M missionaries and C cannibals want to cross a river using a rowboat that can carry at most R people at a time. Everybody starts out on one side of the river, and they all want to end with everybody on the other side of the river. Although the cannibals and missionaries are friends and are trying to cooperate, if the cannibals ever outnumber the missionaries on either side of the river, or in the rowboat, they will succumb to temptation and eat the poor souls. Given M, C, and R, you
are to return the smallest number of river crossings needed to get everyone safely to the other side of the river. If it is impossible
to get everyone safely across the river, return -1.
Each trip from one side of the river to the other counts as one crossing, so a round trip would count as two river crossings. Also, each crossing requires at least one person in the boat to row. Finally, note that, whenever the boat reaches shore, everybody in the boat temporarily disembarks for the purposes of determining whether the cannibals outnumber the missionaries on that side of the river.

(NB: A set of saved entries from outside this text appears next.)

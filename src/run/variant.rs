//! Variants of a study that lists several technologies, devices and so on, and their cells.

use super::RunError;
use super::folder::{read_run, resolved};
use crate::evaluate::Setup;
use crate::quantity::{format as engineering, format_in};
use crate::search::space::{self, Cell};
use crate::study::{Listed, Space, Study};
use crate::technology::Technology;
use serde::{Deserialize, Serialize};
use std::path::Path;

/// One combination of what a study lists, ready to be searched.
#[derive(Debug, Clone)]
pub struct Variant {
    /// The study with this combination alone.
    pub study: Study,
    /// Its technology.
    pub technology: Technology,
    /// Both together.
    pub setup: Setup,
}

/// What tells variants apart, as designs and cells of a sweep carry it.
#[derive(Debug, Clone, PartialEq, Serialize, Deserialize)]
pub struct VariantLabel {
    /// Name of the technology.
    pub technology: String,
    /// Transistor pair.
    pub device: String,
    /// Devices a side.
    pub stack: u32,
    /// Legs.
    pub legs: u32,
    /// Carrier, Hz.
    pub frequency_hz: f64,
    /// Junction, K.
    pub temperature_k: f64,
}

impl VariantLabel {
    /// Of a variant.
    pub fn new(variant: &Variant) -> Self {
        let study = &variant.study;
        Self {
            technology: variant.technology.name.clone(),
            device: study.stage.device.clone(),
            stack: study.stage.stack,
            legs: study.stage.legs,
            frequency_hz: study.frequency_hz,
            temperature_k: study.temperature_k,
        }
    }

    /// Its values of `keys` in words: `2 legs, 870 MHz`.
    pub fn told(&self, keys: &[Listed]) -> String {
        let words: Vec<String> = keys
            .iter()
            .map(|key| match key {
                Listed::Technology => self.technology.clone(),
                Listed::Device => self.device.clone(),
                Listed::Stack => format!("stack {}", self.stack),
                Listed::Legs if self.legs == 1 => "1 leg".into(),
                Listed::Legs => format!("{} legs", self.legs),
                Listed::Frequency => engineering(self.frequency_hz, "Hz"),
                Listed::Temperature => format_in(self.temperature_k, "degC"),
            })
            .collect();
        words.join(", ")
    }

    /// Its values of `keys`: equal for variants of one group.
    pub fn group(&self, keys: &[Listed]) -> Vec<String> {
        keys.iter()
            .map(|key| match key {
                Listed::Technology => self.technology.clone(),
                Listed::Device => self.device.clone(),
                Listed::Stack => self.stack.to_string(),
                Listed::Legs => self.legs.to_string(),
                Listed::Frequency => self.frequency_hz.to_string(),
                Listed::Temperature => self.temperature_k.to_string(),
            })
            .collect()
    }
}

/// A cell of a run: one of its variant's, under the number it has in the run.
#[derive(Debug, Clone, Copy, PartialEq)]
pub struct RunCell {
    /// Number in the run: variants one after the other.
    pub index: usize,
    /// Which variant.
    pub variant: usize,
    /// The cell within its variant; what a search draws by seed depends on this alone.
    pub cell: Cell,
}

/// Every cell of a run of so many variants.
pub fn run_cells(space: &Space, variants: usize) -> Vec<RunCell> {
    let cells = space::cells(space);
    (0..variants)
        .flat_map(|variant| {
            let first = variant * cells.len();
            cells.iter().map(move |&cell| RunCell {
                index: first + cell.index,
                variant,
                cell,
            })
        })
        .collect()
}

/// The study of the run in `path` and the technologies of its list, or its single one.
fn recorded(path: &Path) -> Result<(Study, Vec<Technology>), RunError> {
    let run = read_run(path)?;
    let study: Study = resolved(path, &run, "study")?;
    let technologies = if study.sweep.technologies.is_empty() {
        vec![resolved(path, &run, "technology")?]
    } else {
        resolved(path, &run, "technologies")?
    };
    if technologies.len() != study.sweep.technologies.len().max(1) {
        return Err(damaged(path, "a technology is missing"));
    }
    Ok((study, technologies))
}

fn damaged(path: &Path, reason: &str) -> RunError {
    RunError::Damaged {
        path: path.join("run.json"),
        reason: format!("is damaged: {reason}"),
    }
}

/// The study of the run in `path`, and its variants.
///
/// # Errors
/// [`RunError::Damaged`] when the run's record holds none, or the system's.
pub fn variants_of_run(path: &Path) -> Result<(Study, Vec<Variant>), RunError> {
    let (study, technologies) = recorded(path)?;
    let studies = study.variants();
    // Technology is the outermost list.
    let a_technology = studies.len() / technologies.len();
    let variants = studies.into_iter().enumerate().map(|(i, study)| {
        let technology = technologies[i / a_technology].clone();
        let setup = Setup::new(&study, &technology).map_err(|e| damaged(path, &e.to_string()))?;
        Ok(Variant {
            study,
            technology,
            setup,
        })
    });
    let variants = variants.collect::<Result<_, RunError>>()?;
    Ok((study, variants))
}

/// Study and technology of the variant that a cell of the run in `path` belongs to.
///
/// # Errors
/// As [`variants_of_run`].
pub fn variant_of_cell(path: &Path, cell: usize) -> Result<(Study, Technology), RunError> {
    let (study, mut technologies) = recorded(path)?;
    let space = study
        .space
        .as_ref()
        .ok_or_else(|| damaged(path, "its study has no space"))?;
    let place = cell / space.cells().max(1);
    let mut variants = study.variants();
    if place >= variants.len() {
        return Err(damaged(path, "it has too few cells"));
    }
    let a_technology = variants.len() / technologies.len();
    let technology = technologies.swap_remove(place / a_technology);
    Ok((variants.swap_remove(place), technology))
}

As an example, consider the classic version of this puzzle, where you start with 3 missionaries, 3 cannibals, and a rowboat that can hold up to 2 people. For the first crossing, you must send at least two people, because if you sent only one person, that person would have to immediately bring the rowboat back. If you send two missionaries, the remaining missionary gets eaten by the cannibals. You could safely send two cannibals and have one bring the boat back. Alternatively, you could send one missionary and one cannibal, and then have the missionary bring the boat back (because if the cannibal brought the boat back, the two missionaries on the original side of the river would be eaten). Either way, after two crossings, you have one cannibal on the opposite side of the river.